Task directions
From the data underneath, reproduce exactly the stretch that begins at the line with "values = given[argument]" and ends after the line with "resolve, None, None)".

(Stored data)
.....

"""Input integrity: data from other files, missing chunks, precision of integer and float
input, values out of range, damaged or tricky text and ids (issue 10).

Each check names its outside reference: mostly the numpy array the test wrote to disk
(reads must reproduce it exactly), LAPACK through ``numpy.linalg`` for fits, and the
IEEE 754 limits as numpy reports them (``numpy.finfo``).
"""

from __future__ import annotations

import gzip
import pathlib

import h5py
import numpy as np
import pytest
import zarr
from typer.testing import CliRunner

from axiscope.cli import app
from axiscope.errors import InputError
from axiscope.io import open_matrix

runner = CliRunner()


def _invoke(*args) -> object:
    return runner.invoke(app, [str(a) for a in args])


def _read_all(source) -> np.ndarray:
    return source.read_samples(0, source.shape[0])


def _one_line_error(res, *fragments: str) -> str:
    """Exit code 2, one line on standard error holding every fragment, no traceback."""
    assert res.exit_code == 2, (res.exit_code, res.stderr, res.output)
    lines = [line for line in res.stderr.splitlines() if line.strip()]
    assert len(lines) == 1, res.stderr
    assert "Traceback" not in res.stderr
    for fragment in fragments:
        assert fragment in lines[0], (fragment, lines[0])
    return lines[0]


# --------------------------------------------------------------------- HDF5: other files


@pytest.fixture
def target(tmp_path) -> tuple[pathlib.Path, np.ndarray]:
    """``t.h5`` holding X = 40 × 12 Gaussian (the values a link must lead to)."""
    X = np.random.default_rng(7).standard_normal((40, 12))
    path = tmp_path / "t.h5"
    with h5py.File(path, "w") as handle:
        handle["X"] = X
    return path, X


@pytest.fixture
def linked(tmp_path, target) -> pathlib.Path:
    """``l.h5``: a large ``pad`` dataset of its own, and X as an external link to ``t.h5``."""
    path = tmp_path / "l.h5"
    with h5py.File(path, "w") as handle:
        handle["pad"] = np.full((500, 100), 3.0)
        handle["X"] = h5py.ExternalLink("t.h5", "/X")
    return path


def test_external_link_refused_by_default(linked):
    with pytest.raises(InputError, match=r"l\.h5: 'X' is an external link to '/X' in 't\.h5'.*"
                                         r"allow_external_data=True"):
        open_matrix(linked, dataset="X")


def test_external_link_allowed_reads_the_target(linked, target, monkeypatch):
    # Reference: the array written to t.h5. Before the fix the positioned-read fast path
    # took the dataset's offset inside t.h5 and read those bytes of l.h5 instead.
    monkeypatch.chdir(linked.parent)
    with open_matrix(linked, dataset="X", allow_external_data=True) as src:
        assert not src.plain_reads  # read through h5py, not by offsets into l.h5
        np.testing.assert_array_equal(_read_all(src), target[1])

.....

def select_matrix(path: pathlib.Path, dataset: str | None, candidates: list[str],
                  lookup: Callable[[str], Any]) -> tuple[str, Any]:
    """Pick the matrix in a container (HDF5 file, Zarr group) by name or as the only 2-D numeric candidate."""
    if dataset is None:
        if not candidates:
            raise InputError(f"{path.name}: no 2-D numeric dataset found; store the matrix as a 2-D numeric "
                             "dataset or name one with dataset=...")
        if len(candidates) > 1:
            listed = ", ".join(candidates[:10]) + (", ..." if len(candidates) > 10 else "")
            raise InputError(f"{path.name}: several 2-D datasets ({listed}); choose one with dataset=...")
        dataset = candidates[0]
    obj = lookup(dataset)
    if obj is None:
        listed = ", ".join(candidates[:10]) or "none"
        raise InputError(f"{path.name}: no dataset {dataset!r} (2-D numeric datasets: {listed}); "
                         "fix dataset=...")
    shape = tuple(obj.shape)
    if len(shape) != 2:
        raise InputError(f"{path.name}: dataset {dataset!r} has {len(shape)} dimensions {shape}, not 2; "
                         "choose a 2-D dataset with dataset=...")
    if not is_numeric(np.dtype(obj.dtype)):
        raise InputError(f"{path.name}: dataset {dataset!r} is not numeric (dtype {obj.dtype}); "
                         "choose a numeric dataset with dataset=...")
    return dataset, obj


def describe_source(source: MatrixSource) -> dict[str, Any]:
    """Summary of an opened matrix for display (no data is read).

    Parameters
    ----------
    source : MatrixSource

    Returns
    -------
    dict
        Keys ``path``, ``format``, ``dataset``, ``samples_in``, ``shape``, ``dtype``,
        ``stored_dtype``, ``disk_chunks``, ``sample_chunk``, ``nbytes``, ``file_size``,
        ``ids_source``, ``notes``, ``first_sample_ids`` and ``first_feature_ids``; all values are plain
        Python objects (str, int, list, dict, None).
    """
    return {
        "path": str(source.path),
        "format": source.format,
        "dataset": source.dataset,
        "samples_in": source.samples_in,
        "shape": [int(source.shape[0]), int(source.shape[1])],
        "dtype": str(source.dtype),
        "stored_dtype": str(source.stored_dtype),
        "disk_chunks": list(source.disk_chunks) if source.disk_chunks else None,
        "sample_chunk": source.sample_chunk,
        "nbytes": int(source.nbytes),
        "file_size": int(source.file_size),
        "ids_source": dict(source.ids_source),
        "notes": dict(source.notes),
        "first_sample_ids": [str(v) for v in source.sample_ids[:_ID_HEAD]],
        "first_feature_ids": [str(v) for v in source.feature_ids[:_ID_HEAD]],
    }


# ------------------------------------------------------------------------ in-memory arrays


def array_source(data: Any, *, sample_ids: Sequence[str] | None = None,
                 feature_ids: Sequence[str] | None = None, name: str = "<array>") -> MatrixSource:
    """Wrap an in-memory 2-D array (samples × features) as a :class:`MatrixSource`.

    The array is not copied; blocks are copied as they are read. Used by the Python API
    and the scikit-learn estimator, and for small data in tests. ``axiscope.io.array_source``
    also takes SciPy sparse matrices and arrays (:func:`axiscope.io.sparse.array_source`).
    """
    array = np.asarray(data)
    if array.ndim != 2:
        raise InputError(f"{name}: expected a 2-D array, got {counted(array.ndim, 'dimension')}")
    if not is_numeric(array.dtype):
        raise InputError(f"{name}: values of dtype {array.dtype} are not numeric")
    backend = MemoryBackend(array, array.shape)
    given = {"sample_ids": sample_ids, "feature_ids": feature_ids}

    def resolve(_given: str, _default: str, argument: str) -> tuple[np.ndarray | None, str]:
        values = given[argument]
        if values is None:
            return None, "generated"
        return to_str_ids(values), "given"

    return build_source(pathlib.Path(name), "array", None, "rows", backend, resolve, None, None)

.....

Result of this task
        values = given[argument]
        if values is None:
            return None, "generated"
        return to_str_ids(values), "given"

    return build_source(pathlib.Path(name), "array", None, "rows", backend, resolve, None, None)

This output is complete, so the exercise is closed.